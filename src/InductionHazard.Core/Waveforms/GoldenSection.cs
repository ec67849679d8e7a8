using System;

namespace InductionHazard.Waveforms;

/// <summary>Golden-section search for the maximum of a unimodal function on an interval (Kiefer 1953; any numerical-methods text).</summary>
internal static class GoldenSection
{
    private static readonly double InverseRatio = (Math.Sqrt(5) - 1) / 2;

    /// <summary>The argument in [a, b] at which f is largest, to within the tolerance.</summary>
    public static double Maximize(Func<double, double> f, double a, double b, double tolerance)
    {
        double c = b - (InverseRatio * (b - a));
        double d = a + (InverseRatio * (b - a));
        double fc = f(c), fd = f(d);
        for (int i = 0; i < 200 && b - a > tolerance; i++)
        {
            if (fc > fd)
            {
                b = d;
                d = c;
                fd = fc;
                c = b - (InverseRatio * (b - a));
                fc = f(c);
            }
            else
            {
                a = c;
                c = d;
                fc = fd;
                d = a + (InverseRatio * (b - a));
                fd = f(d);
            }
        }

        return 0.5 * (a + b);
    }
}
◇ ◇ ◇ ◇
§ **Activity**:
Reading through the records above, report each line in which the string "double" is found.

§ **The answer**:
    private static readonly double InverseRatio = (Math.Sqrt(5) - 1) / 2;
    public static double Maximize(Func<double, double> f, double a, double b, double tolerance)
        double c = b - (InverseRatio * (b - a));
        double d = a + (InverseRatio * (b - a));
        double fc = f(c), fd = f(d);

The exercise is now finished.